import { Bitset } from '../graph/bitset';
import type { Graph } from '../graph/graph';

/** How a vertex set of a grid shape maps to its canonical frame and back. */
export interface CellFrame {
  /** The canonical cell index of vertex v (v in the set). */
  toCanonical(v: number): number;
  /** The vertex of the set at canonical cell index i. */
  fromCanonical(i: number): number;
}

/** A vertex set of a grid shape seen in its canonical frame, with its key. */
export interface CanonicalShape extends CellFrame {
  /** Dimensions in word 0, then the cells of the canonical bounding box, row-major. */
  key: Bitset;
}

/**
 * Canonical forms of cell sets of a grid shape: translate to the bounding box and take the least of the
 * 8 symmetries of the square (DESIGN: "memoise on the shape's canonical form"). Two sets with the same
 * canonical form induce isomorphic subgraphs of the grid, so they have one tree-depth, and the search
 * decides each shape once wherever it appears. Only for graphs whose edges are exactly the side
 * adjacencies of their cells: grids, masks and staircases.
 */
/** At most this many rectangles confine a separator: the tightest (least slack, then smallest) are kept. */
const SEPARATOR_RECTANGLES = 256;
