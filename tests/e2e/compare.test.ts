/**
 * Browser: a QA lead writes a spec, then a designer compares the two demo module batches in the
 * grid with pass/fail, the statistics side by side and the distribution chart.
 */
import { layoutProblems, openBrowser, screenshot, signInThroughForm, VIEWPORTS } from '@/tests/support/browser';
import { startServerProcess } from '@/tests/support/server-process';
import type { ServerProcess } from '@/tests/support/server-process';

let srv: ServerProcess;
beforeAll(async () => {
  srv = await startServerProcess();
  const b = await openBrowser(VIEWPORTS.wide);
  try {
    await signInThroughForm(b.page, srv.url, 'quinn.mbeki@kestrel-pv.example', 'kestrel-qa-demo');
    await b.page.goto(`${srv.url}/specs`, { waitUntil: 'load' });
    await b.page.getByTestId('new-spec').click();
    await b.page.getByTestId('spec-name').fill('Module release');
    await b.page.getByTestId('limit-pmp_w-min').fill('300');
    await b.page.getByTestId('limit-ff-min').fill('70');
    await b.page.getByTestId('class-step').fill('5');
    await b.page.getByTestId('spec-save').click();
    await b.page.getByTestId('spec-screen').waitFor();
    expect(await b.page.getByTestId('spec-limits').innerText()).toMatch(/≥ 300 W/);
    await screenshot(b.page, 'spec-saved-wide');
  } finally {
    await b.close();
  }
});
afterAll(async () => {
  await srv?.stop();
});

describe.each(Object.entries(VIEWPORTS))('at %s width', (vpName, viewport) => {
  it('two batches in the grid, statistics and distribution', async () => {
    const b = await openBrowser(viewport);
    try {
      await signInThroughForm(b.page, srv.url, 'dana.lindqvist@kestrel-pv.example', 'kestrel-design-demo');
      await b.page.goto(`${srv.url}/compare`, { waitUntil: 'load' });
      await b.page.getByTestId('pick-KF-M60 line 2, lot 2611').click();
      await b.page.getByTestId('pick-KF-M60 line 3, lot 2612').click();
      await b.page.getByTestId('compare-spec-Module release').click();
      await b.page.getByTestId('grid-row-M2611-001').waitFor();
      // The demo's defective modules fail the 300 W / 70 % spec (sample-data scenario).
      expect(await b.page.getByTestId('grid-row-M2611-009').innerText()).toMatch(/fail/);
      await b.page.getByTestId('filter-fail').click();
      await b.page.getByTestId('grid-row-M2611-009').waitFor();
      expect(await b.page.getByTestId('grid-row-M2611-001').count()).toBe(0);
      await b.page.getByTestId('filter-all').click();
      await b.page.getByTestId('grid-sort-pmp_w').click();
      await screenshot(b.page, `compare-grid-${vpName}`);
      await b.page.getByTestId('param-rs_ohm').click();
      await b.page.getByTestId('distribution-chart').locator('svg').first().waitFor();
      const stats = await b.page.getByTestId('stats-table').innerText();
      expect(stats).toMatch(/median/);
      expect(stats).toMatch(/Ω/);
      expect(await b.page.getByTestId('differences').innerText()).toMatch(/95 %|CI|confidence/i);
      await b.page.getByTestId('stats-table').scrollIntoViewIfNeeded();
      expect(await layoutProblems(b.page)).toEqual([]);
      await screenshot(b.page, `compare-stats-${vpName}`);
    } finally {
      await b.close();
    }
  });
});
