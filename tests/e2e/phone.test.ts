/**
 * Browser: phone first. At 390 px a QA lead creates a batch with a 60-character name, uploads
 * modules and reads them as cards (no table); opens a curve, whose header names the long batch;
 * compares the demo's single cells with its 60-cell modules one figure at a time (per cell, said
 * in words); and no button on any screen sticks out of the viewport. At 1440 px the same pages
 * keep the table and the grid. Screenshots go to artifacts/screenshots/phone-*.png.
 */
import { mkdtempSync, readFileSync, writeFileSync } from 'node:fs';
import os from 'node:os';
import path from 'node:path';
import type { Page } from 'playwright-core';
import { layoutProblems, openBrowser, screenshot, signInThroughForm, VIEWPORTS } from '@/tests/support/browser';
import { REPO_ROOT, startServerProcess } from '@/tests/support/server-process';
import type { ServerProcess } from '@/tests/support/server-process';
import { theme } from '@/components/theme';

const CELLS = 'KF-C24 incoming cells, lot A-1187';
const MODULES = 'KF-M60 line 2, lot 2611';
/** Demo modules: a good one, the high-Rs one and the bypass-step one (sample-data scenario). */
const FILES = ['M2611-001.csv', 'M2611-009.csv', 'M2611-015.csv'];

let srv: ServerProcess;
let files: string[];
beforeAll(async () => {
  srv = await startServerProcess({ timeoutMs: 180_000 });
  const dir = mkdtempSync(path.join(os.tmpdir(), 'ql-e2e-phone-'));
  files = FILES.map((f) => {
    const to = path.join(dir, f);
    writeFileSync(to, readFileSync(path.join(REPO_ROOT, 'sample-data', 'batches', 'kf-m60-2611', f)));
    return to;
  });
});
afterAll(async () => {
  await srv?.stop();
});

/** A batch name of exactly 60 characters (invented), different per width so the runs do not meet. */
const longName = (vp: string) => `${vp === 'phone' ? 'Phone' : 'Wide'} check: incoming inspection of KF-M60 modules, line 2/lot 2611-rework-A-B-C`.slice(0, 60);

/**
 * Buttons, links, radios and checkboxes whose box sticks out of the viewport sideways (those in a
 * sideways-scrolling strip, such as the phone's section bar or the comparison grid, may).
 */
async function clippedControls(page: Page): Promise<string[]> {
  return page.evaluate(() => {
    const vw = document.documentElement.clientWidth;
    const out: string[] = [];
    const inScroller = (el: Element) => {
      for (let p = el.parentElement; p; p = p.parentElement) {
        const s = getComputedStyle(p);
        if ((s.overflowX === 'auto' || s.overflowX === 'scroll') && p.scrollWidth > p.clientWidth) return true;
      }
      return false;
    };
    for (const el of Array.from(document.querySelectorAll('[role="button"], button, a[href], [role="radio"], [role="checkbox"]'))) {
      const r = el.getBoundingClientRect();
      if (r.width === 0 || r.height === 0 || inScroller(el)) continue;
      if (r.left < -1 || r.right > vw + 1) out.push(`"${(el.textContent || el.getAttribute('aria-label') || '').slice(0, 50)}" spans ${Math.round(r.left)}–${Math.round(r.right)} of ${vw}`);
    }
    return out;
  });
}

/** Scrolls the page's scroll view so the element's top is at the top of the screen. */
async function scrollToTop(page: Page, testID: string) {
  await page.getByTestId(testID).first().evaluate((el) => el.scrollIntoView({ block: 'start' }));
}

/** The demo batches' ids, read through the API with the page's session. */
async function batchIds(page: Page): Promise<Record<string, string>> {
  return page.evaluate(async () => {
    const body = (await (await fetch('/api/batches')).json()) as { batches: { id: string; name: string }[] };
    return Object.fromEntries(body.batches.map((b) => [b.name, b.id]));
  });
}

describe.each(Object.entries(VIEWPORTS))('at %s width', (vpName, viewport) => {
  const phone = vpName === 'phone';

  it(phone ? 'device cards, a long batch name in every header, no button outside the screen' : 'the batch table and the curve page header', async () => {
    const b = await openBrowser(viewport);
    try {
      await signInThroughForm(b.page, srv.url, 'quinn.mbeki@kestrel-pv.example', 'kestrel-qa-demo');
      await b.page.goto(`${srv.url}/batches`, { waitUntil: 'load' });
      await b.page.getByTestId('new-batch').click();
      const name = longName(vpName);
      expect(name).toHaveLength(60);
      await b.page.getByTestId('batch-name').fill(name);
      await b.page.getByTestId('batch-submit').click();
      await b.page.getByTestId('upload-panel').waitFor();
      const chooser = b.page.waitForEvent('filechooser');
      await b.page.getByTestId('pick-files').click();
      await (await chooser).setFiles(files);
      await b.page.getByTestId('start-upload').click();
      await b.page.getByTestId('upload-results').waitFor({ timeout: 60_000 });
      await b.page.getByTestId('curve-row-M2611-001').waitFor();

      // Cards on a phone, the table on a wide screen; each device's result in a word.
      expect(await b.page.getByTestId('curve-cards').count()).toBe(phone ? 1 : 0);
      expect(await b.page.getByTestId('curve-table').count()).toBe(phone ? 0 : 1);
      // The bypass-step module fails on its flag (no spec has judged this batch).
      expect(await b.page.getByTestId('result-M2611-015').innerText()).toBe('Fail');
      if (phone) {
        const card = await b.page.getByTestId('curve-row-M2611-015').innerText();
        expect(card).toMatch(/Pmax/);
        expect(card).toMatch(/FF/);
        expect(card).toMatch(/ W/);
        expect(card).toMatch(/ %/);
      }
      // The overlay beside: its legend counts exactly the curves coloured red and amber.
      await b.page.getByTestId('overlay-chart').locator('svg').first().waitFor();
      const legend = await b.page.getByTestId('overlay-chart-legend').innerText();
      const failing = Number(/(\d+) failing/.exec(legend)?.[1]);
      const warning = Number(/(\d+) with warnings/.exec(legend)?.[1]);
      expect(await b.page.getByTestId('overlay-chart').locator('path[stroke="#A8261D"]').count()).toBe(failing);
      expect(await b.page.getByTestId('overlay-chart').locator(`path[stroke="${theme.color.hole}"]`).count()).toBe(warning);
      expect(failing).toBeGreaterThanOrEqual(1);

      await b.page.getByTestId('batch-screen').getByRole('heading').first().evaluate((el) => el.scrollIntoView({ block: 'start' }));
      expect(await clippedControls(b.page)).toEqual([]);
      expect(await layoutProblems(b.page)).toEqual([]);
      await screenshot(b.page, `phone-batch-header-${vpName}`);
      await scrollToTop(b.page, phone ? 'curve-cards' : 'curve-table');
      expect(await clippedControls(b.page)).toEqual([]);
      await screenshot(b.page, `phone-batch-${phone ? 'cards' : 'table'}-${vpName}`);

      // The curve page's header: the way back names the long batch and stays on the screen.
      await b.page.getByTestId('curve-row-M2611-009').click();
      await b.page.getByTestId('curve-screen').waitFor();
      await b.page.getByTestId('iv-chart').locator('svg').first().waitFor();
      expect(await b.page.getByTestId('to-batch').getAttribute('aria-label')).toBe(`Back to batch ${name}`);
      for (const id of ['to-batch', 'to-physics']) {
        const box = (await b.page.getByTestId(id).boundingBox())!;
        expect(box.x).toBeGreaterThanOrEqual(0);
        expect(box.x + box.width).toBeLessThanOrEqual(viewport.width);
      }
      expect(await clippedControls(b.page)).toEqual([]);
      expect(await layoutProblems(b.page)).toEqual([]);
      await b.page.getByTestId('curve-screen').getByRole('heading').first().evaluate((el) => el.scrollIntoView({ block: 'start' }));
      await screenshot(b.page, `phone-curve-header-${vpName}`);

      // Every other section's header and buttons, with the long batch among the batches.
      for (const [route, testID] of [
        ['/batches', 'batches-screen'],
        ['/specs', 'specs-screen'],
        ['/physics', 'physics-screen'],
        ['/strings', 'strings-screen'],
        ['/account', 'account-screen'],
        ['/', 'overview-screen'],
      ] as const) {
        await b.page.goto(`${srv.url}${route}`, { waitUntil: 'load' });
        await b.page.getByTestId(testID).waitFor();
        expect([route, await clippedControls(b.page)]).toEqual([route, []]);
      }
      await b.page.goto(`${srv.url}/batches`, { waitUntil: 'load' });
      await b.page.getByTestId(`batch-${name}`).waitFor();
      expect(await layoutProblems(b.page)).toEqual([]);
      await screenshot(b.page, `phone-batches-${vpName}`);

      // A spec with a 60-character name (invented): its page's header and "Change limits".
      const specName = `${name.slice(0, 40)} release spec, version A`.slice(0, 60);
      const specId = await b.page.evaluate(async (n) => {
        const res = await fetch('/api/specs', { method: 'POST', headers: { 'content-type': 'application/json' }, body: JSON.stringify({ name: n, limits: { pmp_w: { min: 300 } } }) });
        return ((await res.json()) as { id: string }).id;
      }, specName);
      await b.page.goto(`${srv.url}/specs/${specId}`, { waitUntil: 'load' });
      await b.page.getByTestId('spec-screen').waitFor();
      await b.page.getByTestId('edit-spec').waitFor();
      expect(await clippedControls(b.page)).toEqual([]);
      expect(await layoutProblems(b.page)).toEqual([]);
      await screenshot(b.page, `phone-spec-header-${vpName}`);
    } finally {
      await b.close();
    }
  });

  it(phone ? 'compares cells with modules one figure at a time, per cell, in words' : 'compares cells with modules in the grid, per cell, in words', async () => {
    const b = await openBrowser(viewport);
    try {
      await signInThroughForm(b.page, srv.url, 'quinn.mbeki@kestrel-pv.example', 'kestrel-qa-demo');
      const ids = await batchIds(b.page);
      await b.page.goto(`${srv.url}/compare?batches=${ids[CELLS]},${ids[MODULES]}&param=voc_v`, { waitUntil: 'load' });
      await b.page.getByTestId('kinds-note').waitFor();
      expect(await b.page.getByTestId('kinds-note').innerText()).toMatch(/single cells.*60-cell modules.*compared per cell/s);
      if (phone) {
        expect(await b.page.getByTestId('compare-grid').count()).toBe(0);
        expect(await b.page.getByTestId('stats-table').count()).toBe(0);
        const cells = await b.page.getByTestId(`compare-batch-${CELLS}`).innerText();
        const modules = await b.page.getByTestId(`compare-batch-${MODULES}`).innerText();
        expect(cells).toMatch(/single cells/);
        expect(modules).toMatch(/60-cell modules/);
        expect(modules).toMatch(/Voc per cell mean/);
        // A module's Voc per cell is a cell's size, 0.6–0.75 V (common practice), not 60 times it.
        const mean = Number(/Voc per cell mean\s+([\d.]+) V/.exec(modules)?.[1]);
        expect(mean).toBeGreaterThan(0.6);
        expect(mean).toBeLessThan(0.75);
        expect(await b.page.getByTestId(`difference-${MODULES}`).innerText()).toMatch(/Voc per cell/);
      } else {
        await b.page.getByTestId('compare-grid').waitFor();
        expect(await b.page.getByTestId('param-view').count()).toBe(0);
        expect(await b.page.getByTestId('stats-table').innerText()).toMatch(/Voc per cell/);
        expect(await b.page.getByTestId('differences').innerText()).toMatch(/Voc per cell/);
      }
      expect(await clippedControls(b.page)).toEqual([]);
      expect(await layoutProblems(b.page)).toEqual([]);
      await screenshot(b.page, `phone-compare-voc-${vpName}`);
      await scrollToTop(b.page, phone ? `compare-batch-${CELLS}` : 'stats-table');
      await screenshot(b.page, `phone-compare-view-${vpName}`);

      // Another figure: Isc is compared as measured, and the words say why.
      await b.page.getByTestId('param-isc_a').click();
      await b.page.waitForURL((u) => u.searchParams.get('param') === 'isc_a');
      await b.page.getByText(/Isc does not depend on the cells in series/).waitFor();
      if (phone) {
        await scrollToTop(b.page, `compare-batch-${CELLS}`);
        await screenshot(b.page, `phone-compare-isc-${vpName}`);
        // The grid stays one tap away.
        await b.page.getByTestId('show-grid').click();
        await b.page.getByTestId('compare-grid').waitFor();
        await scrollToTop(b.page, 'compare-grid');
        expect(await clippedControls(b.page)).toEqual([]);
        await screenshot(b.page, `phone-compare-grid-${vpName}`);
      }
    } finally {
      await b.close();
    }
  });
});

[WHAT YOU ARE ASKED TO DO] Show me all lines in the records that contain "specs".

[SOLUTION TO THIS TASK]
    await b.page.goto(`${srv.url}/specs`, { waitUntil: 'load' });
        ['/specs', 'specs-screen'],
        const res = await fetch('/api/specs', { method: 'POST', headers: { 'content-type': 'application/json' }, body: JSON.stringify({ name: n, limits: { pmp_w: { min: 300 } } }) });
      await b.page.goto(`${srv.url}/specs/${specId}`, { waitUntil: 'load' });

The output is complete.